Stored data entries
┌────────
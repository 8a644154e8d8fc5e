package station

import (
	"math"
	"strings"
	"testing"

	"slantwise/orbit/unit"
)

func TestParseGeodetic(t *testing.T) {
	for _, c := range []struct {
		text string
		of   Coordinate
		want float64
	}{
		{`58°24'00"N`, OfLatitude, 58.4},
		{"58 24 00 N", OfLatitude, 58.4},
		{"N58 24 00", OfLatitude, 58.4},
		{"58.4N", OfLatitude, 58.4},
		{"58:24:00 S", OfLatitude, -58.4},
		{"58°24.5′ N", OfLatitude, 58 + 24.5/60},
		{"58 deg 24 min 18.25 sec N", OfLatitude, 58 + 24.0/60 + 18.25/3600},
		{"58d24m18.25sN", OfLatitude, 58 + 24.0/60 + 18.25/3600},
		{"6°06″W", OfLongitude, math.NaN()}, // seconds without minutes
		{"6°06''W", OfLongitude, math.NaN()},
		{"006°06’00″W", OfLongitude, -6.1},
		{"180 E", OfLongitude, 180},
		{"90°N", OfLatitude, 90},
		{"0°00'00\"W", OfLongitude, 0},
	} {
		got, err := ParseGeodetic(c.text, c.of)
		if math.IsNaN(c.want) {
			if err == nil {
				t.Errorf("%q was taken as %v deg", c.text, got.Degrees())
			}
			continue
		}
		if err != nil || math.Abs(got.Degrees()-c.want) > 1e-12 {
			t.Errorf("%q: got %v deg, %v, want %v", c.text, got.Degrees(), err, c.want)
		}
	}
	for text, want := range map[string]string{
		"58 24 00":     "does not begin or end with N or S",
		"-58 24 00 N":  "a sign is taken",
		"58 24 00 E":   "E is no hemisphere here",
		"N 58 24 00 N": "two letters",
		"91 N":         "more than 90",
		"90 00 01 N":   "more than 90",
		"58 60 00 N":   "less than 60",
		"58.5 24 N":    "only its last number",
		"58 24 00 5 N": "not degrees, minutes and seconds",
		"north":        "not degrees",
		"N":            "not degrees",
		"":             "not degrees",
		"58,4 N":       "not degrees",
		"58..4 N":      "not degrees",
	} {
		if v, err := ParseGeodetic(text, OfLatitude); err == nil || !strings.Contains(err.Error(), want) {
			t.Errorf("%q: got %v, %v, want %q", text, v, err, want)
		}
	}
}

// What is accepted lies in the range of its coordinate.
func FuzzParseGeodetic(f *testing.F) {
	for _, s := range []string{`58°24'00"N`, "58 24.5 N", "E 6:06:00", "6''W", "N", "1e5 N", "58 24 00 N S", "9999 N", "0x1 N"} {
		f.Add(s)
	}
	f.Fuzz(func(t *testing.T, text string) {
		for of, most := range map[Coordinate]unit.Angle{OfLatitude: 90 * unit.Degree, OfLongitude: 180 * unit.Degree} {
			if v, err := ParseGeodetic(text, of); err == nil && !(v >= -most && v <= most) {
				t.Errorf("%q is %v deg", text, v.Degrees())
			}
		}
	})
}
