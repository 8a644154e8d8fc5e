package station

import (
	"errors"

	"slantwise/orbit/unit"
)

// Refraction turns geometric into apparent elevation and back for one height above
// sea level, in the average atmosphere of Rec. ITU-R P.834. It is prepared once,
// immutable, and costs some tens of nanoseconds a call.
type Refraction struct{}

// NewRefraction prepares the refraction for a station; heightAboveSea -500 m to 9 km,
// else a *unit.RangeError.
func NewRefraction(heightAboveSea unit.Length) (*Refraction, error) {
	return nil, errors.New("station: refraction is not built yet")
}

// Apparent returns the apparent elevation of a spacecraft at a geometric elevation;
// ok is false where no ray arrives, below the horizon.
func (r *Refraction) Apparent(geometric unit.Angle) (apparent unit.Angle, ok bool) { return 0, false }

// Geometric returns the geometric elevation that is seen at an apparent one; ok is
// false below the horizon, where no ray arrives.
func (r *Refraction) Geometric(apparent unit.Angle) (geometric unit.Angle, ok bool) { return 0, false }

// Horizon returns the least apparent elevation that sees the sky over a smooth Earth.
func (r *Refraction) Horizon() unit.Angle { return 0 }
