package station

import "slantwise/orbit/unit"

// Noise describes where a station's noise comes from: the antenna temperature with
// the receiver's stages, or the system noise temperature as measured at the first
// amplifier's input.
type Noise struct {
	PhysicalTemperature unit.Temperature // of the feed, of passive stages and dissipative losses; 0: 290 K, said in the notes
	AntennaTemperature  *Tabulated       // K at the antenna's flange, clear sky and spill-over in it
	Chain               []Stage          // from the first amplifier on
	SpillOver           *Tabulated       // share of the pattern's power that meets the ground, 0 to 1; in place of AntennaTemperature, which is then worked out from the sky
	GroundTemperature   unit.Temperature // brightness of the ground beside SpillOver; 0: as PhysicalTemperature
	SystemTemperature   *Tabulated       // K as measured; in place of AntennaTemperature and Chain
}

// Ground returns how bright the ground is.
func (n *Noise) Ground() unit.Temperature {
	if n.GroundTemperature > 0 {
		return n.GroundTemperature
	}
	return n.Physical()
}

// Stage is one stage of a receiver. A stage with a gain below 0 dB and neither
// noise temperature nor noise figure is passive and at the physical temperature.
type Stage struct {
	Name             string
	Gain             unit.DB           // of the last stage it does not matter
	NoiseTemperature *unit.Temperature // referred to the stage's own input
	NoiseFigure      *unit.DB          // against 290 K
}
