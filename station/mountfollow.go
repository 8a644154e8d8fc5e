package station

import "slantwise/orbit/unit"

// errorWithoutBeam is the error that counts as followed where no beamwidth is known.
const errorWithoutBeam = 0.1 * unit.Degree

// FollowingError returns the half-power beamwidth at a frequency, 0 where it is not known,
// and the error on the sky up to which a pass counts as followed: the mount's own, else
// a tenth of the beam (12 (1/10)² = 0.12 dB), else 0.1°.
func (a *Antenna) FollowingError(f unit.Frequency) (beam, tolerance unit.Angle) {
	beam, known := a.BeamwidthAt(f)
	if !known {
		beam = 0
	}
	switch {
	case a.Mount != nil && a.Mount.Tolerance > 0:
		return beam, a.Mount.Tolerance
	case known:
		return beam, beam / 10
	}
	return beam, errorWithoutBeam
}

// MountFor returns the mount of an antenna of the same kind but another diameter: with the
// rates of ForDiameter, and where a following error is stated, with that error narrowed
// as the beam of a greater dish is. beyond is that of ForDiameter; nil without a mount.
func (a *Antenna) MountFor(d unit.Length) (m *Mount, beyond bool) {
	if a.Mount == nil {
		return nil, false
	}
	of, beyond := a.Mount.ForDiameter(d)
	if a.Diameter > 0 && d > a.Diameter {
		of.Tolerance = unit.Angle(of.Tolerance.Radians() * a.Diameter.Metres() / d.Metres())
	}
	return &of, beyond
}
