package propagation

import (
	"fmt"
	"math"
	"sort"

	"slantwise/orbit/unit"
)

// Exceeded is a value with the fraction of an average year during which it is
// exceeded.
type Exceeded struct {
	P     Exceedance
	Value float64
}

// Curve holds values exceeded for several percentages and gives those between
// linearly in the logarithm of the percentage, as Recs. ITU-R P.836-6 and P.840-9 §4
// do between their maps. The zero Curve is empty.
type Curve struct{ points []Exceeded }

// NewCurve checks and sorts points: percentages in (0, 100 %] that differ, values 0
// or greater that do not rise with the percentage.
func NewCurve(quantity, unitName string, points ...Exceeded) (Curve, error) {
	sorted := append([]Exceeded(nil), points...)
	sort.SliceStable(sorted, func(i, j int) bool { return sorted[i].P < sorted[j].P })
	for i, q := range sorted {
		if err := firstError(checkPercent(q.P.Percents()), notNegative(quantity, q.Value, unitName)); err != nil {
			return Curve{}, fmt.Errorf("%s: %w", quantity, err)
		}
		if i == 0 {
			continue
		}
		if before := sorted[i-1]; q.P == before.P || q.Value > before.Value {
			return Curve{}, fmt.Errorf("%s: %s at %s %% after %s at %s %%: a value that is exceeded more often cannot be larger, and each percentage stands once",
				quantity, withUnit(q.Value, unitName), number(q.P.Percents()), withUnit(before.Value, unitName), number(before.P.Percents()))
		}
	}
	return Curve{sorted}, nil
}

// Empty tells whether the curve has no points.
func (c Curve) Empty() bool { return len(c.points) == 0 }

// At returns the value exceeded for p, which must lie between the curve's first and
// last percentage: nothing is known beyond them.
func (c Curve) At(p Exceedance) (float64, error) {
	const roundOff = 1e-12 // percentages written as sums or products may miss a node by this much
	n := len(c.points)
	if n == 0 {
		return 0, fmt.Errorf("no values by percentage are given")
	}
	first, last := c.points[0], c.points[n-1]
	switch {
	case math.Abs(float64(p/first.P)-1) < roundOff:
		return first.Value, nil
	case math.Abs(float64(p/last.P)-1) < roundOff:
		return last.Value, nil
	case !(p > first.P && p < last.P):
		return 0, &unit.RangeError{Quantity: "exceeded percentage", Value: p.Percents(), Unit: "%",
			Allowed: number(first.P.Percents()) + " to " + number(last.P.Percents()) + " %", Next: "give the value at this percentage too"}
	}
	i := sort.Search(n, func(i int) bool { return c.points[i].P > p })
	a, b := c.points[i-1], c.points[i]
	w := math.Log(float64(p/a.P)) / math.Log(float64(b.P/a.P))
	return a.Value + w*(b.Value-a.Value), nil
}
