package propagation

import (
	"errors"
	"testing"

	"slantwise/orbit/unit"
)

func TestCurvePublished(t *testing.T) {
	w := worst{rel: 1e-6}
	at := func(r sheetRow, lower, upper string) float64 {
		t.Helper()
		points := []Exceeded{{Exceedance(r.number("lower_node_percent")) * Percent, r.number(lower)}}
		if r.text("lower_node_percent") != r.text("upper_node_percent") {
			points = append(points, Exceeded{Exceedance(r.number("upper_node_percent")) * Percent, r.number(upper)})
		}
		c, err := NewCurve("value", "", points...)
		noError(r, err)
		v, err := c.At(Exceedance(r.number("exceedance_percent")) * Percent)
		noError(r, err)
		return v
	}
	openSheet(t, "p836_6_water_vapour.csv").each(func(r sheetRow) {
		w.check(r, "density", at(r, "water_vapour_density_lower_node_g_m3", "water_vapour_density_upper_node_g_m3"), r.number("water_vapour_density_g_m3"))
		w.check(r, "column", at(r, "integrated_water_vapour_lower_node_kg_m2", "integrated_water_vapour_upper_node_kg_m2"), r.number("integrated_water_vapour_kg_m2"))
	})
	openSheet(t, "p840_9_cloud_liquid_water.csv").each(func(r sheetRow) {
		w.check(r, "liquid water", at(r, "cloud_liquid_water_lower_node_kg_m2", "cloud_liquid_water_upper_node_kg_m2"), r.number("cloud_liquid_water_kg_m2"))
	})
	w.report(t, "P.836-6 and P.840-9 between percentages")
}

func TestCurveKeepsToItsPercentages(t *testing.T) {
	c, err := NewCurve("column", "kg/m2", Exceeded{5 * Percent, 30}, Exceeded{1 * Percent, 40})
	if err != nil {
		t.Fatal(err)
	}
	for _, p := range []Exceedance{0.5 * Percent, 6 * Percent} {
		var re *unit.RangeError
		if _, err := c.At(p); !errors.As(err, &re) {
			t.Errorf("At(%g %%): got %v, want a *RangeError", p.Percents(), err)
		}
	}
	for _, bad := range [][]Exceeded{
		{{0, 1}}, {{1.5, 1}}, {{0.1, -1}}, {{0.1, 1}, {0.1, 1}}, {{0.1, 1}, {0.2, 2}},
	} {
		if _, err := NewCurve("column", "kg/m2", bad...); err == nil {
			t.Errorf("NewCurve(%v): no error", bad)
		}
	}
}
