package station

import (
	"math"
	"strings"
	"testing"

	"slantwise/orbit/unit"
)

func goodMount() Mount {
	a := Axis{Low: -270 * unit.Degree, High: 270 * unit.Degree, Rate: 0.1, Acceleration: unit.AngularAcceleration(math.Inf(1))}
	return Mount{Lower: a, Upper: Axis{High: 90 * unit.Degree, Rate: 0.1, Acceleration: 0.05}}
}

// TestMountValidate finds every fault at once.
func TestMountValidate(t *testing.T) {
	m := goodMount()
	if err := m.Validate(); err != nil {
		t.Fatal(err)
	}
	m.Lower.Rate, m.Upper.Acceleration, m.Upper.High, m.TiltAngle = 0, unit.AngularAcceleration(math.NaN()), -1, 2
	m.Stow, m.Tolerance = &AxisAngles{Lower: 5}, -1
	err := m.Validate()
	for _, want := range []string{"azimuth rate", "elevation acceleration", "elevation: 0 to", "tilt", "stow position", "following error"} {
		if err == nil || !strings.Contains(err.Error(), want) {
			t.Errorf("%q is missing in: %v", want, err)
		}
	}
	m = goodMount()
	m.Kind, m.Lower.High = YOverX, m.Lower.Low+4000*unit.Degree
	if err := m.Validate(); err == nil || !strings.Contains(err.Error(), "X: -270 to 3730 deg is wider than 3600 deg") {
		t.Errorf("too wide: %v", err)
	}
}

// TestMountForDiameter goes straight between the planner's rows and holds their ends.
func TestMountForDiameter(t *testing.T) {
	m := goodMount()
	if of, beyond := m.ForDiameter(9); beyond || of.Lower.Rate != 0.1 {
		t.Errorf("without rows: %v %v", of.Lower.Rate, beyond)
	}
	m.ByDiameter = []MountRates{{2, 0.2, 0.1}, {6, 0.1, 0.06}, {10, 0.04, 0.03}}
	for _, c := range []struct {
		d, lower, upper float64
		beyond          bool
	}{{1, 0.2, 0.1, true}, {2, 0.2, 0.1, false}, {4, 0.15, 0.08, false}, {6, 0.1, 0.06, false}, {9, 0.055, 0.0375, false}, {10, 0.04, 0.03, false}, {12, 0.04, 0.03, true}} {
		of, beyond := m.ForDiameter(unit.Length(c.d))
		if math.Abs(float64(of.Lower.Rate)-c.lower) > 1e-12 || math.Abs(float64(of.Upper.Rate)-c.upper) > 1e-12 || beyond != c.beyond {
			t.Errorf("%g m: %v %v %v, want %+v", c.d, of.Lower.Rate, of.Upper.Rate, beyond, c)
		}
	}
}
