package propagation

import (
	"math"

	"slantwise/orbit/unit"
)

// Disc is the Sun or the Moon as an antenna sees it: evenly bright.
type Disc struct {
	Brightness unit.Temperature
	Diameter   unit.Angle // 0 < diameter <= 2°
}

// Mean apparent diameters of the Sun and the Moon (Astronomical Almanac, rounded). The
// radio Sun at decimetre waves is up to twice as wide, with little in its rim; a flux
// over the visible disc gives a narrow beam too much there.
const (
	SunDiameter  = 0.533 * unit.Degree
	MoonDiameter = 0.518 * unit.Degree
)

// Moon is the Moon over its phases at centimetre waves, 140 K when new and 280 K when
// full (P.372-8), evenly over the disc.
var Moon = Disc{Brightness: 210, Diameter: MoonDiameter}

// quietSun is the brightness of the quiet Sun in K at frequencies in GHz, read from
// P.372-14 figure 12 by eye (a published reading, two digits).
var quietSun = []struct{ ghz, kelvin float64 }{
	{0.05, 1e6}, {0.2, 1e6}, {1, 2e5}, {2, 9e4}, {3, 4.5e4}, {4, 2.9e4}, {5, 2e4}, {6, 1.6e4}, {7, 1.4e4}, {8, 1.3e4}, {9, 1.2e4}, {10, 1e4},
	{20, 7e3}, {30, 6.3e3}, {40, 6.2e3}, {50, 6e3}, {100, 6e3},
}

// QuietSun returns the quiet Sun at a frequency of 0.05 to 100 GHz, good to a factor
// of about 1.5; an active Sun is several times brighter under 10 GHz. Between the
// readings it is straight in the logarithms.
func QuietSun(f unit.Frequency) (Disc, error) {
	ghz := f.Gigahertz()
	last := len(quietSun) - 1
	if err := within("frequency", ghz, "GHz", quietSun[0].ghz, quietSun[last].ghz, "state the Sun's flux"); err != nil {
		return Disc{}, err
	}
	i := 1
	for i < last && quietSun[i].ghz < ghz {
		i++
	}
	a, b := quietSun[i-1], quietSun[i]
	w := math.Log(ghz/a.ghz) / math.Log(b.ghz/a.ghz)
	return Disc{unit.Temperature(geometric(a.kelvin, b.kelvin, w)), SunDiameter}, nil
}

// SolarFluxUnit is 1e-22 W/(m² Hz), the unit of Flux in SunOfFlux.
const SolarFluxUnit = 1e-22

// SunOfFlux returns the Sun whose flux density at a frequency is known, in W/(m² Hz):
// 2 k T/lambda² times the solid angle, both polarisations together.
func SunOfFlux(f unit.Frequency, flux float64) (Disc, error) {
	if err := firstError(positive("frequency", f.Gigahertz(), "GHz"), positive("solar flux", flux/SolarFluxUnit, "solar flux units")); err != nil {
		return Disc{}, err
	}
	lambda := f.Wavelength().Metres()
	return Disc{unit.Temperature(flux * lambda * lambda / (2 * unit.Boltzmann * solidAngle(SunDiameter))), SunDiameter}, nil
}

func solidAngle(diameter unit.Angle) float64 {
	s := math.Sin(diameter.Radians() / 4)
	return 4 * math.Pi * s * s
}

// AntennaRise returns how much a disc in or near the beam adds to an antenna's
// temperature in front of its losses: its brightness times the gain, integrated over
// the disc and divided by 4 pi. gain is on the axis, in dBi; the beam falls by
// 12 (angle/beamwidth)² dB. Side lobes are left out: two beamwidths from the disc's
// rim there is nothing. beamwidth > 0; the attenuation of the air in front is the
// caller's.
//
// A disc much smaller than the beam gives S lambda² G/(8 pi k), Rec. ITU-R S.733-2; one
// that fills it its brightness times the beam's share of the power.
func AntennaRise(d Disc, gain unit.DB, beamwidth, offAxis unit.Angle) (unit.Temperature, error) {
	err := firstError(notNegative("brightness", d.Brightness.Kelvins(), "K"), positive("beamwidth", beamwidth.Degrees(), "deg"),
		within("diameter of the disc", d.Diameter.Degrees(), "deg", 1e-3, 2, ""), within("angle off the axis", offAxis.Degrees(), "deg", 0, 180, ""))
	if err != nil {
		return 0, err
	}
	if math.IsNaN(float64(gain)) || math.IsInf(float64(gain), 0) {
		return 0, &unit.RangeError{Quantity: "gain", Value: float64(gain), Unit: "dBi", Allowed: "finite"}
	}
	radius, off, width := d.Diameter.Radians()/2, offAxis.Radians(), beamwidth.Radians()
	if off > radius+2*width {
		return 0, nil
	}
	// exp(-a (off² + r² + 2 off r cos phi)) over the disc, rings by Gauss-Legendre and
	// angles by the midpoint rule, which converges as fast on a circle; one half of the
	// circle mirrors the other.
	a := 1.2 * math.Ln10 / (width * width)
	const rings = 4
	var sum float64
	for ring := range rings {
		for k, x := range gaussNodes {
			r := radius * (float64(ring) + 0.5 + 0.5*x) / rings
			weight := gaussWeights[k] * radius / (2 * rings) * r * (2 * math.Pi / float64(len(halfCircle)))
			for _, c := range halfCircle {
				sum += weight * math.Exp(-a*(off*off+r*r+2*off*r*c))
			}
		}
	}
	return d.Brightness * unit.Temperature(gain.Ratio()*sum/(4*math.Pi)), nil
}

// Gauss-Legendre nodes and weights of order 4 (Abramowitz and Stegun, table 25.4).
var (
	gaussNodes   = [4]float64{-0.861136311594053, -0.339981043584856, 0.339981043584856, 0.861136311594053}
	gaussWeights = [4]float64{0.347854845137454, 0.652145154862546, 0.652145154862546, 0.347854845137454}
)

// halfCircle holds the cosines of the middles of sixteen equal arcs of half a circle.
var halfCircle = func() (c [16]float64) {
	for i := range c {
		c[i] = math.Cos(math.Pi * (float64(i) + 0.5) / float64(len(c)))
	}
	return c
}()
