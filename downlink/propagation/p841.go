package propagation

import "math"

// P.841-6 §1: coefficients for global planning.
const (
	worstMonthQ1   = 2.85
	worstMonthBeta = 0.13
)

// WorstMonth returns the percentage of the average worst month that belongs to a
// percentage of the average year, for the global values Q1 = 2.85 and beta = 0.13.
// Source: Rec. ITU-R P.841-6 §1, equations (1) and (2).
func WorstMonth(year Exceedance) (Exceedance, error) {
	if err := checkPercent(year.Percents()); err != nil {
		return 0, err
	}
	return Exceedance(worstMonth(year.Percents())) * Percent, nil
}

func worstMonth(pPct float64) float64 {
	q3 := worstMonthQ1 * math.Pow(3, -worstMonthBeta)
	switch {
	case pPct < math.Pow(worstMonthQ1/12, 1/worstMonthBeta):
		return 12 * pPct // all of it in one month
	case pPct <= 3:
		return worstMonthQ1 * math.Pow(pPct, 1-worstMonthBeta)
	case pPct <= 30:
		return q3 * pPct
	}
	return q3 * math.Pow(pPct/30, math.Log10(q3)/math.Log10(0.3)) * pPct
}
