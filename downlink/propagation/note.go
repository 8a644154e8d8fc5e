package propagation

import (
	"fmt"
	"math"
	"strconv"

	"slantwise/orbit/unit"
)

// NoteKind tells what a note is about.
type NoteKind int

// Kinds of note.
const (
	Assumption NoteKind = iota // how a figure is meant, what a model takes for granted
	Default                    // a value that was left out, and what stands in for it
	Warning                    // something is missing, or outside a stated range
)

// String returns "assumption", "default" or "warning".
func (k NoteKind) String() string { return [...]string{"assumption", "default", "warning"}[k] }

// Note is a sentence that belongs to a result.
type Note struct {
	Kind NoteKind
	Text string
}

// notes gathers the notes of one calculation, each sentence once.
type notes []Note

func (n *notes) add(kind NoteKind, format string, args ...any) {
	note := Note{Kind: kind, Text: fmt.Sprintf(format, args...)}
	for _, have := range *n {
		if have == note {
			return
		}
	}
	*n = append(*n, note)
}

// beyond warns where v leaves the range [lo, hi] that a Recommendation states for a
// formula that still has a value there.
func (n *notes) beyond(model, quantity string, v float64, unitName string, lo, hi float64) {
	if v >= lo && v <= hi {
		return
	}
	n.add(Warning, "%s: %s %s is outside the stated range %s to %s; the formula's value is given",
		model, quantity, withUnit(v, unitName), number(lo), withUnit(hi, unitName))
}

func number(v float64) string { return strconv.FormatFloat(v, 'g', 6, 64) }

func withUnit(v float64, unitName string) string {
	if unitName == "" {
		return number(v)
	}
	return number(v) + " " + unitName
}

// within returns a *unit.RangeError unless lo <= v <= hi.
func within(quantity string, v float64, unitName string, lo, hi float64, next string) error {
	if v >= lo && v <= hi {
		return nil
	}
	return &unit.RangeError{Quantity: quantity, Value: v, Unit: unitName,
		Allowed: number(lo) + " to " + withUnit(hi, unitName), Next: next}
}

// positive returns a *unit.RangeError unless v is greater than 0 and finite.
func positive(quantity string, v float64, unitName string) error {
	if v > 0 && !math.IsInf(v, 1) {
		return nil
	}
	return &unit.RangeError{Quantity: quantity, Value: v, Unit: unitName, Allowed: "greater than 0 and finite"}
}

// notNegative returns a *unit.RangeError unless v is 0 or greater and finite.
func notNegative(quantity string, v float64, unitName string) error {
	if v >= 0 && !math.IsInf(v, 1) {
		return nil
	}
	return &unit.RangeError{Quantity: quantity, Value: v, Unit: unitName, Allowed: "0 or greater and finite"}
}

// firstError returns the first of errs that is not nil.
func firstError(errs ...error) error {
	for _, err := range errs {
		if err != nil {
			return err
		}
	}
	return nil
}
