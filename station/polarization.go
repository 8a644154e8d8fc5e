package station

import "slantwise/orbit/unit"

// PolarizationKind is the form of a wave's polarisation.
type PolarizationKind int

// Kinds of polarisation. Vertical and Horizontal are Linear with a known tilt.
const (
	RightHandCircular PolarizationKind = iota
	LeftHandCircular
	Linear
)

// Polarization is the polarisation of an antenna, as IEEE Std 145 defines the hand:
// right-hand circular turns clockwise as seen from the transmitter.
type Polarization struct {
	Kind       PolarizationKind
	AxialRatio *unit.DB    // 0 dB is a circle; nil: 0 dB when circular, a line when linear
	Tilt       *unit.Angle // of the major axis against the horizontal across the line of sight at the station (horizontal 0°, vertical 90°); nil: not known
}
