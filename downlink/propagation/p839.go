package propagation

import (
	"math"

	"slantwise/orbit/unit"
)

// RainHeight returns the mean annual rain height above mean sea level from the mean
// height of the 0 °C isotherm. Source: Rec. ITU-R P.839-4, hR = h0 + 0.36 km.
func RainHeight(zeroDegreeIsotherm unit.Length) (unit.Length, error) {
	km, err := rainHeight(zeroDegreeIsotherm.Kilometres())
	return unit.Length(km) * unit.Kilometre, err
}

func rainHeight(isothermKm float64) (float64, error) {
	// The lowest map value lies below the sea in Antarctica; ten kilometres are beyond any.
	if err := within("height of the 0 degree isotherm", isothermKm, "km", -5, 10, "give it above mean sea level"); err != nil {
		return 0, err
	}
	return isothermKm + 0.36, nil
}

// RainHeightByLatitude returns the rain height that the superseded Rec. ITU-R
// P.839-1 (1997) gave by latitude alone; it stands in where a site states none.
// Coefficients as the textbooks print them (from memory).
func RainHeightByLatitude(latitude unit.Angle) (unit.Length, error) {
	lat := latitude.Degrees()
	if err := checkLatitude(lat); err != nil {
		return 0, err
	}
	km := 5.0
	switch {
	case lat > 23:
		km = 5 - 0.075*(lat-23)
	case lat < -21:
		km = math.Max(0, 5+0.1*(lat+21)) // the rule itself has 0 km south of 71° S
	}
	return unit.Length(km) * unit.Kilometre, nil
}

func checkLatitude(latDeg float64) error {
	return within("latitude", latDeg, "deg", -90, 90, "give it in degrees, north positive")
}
└────────
### EXERCISE
Among the records above, which lines hold the word "SolarFluxUnit"? Copy each one.

### EXPECTED ANSWER
// SolarFluxUnit is 1e-22 W/(m² Hz), the unit of Flux in SunOfFlux.
const SolarFluxUnit = 1e-22
	if err := firstError(positive("frequency", f.Gigahertz(), "GHz"), positive("solar flux", flux/SolarFluxUnit, "solar flux units")); err != nil {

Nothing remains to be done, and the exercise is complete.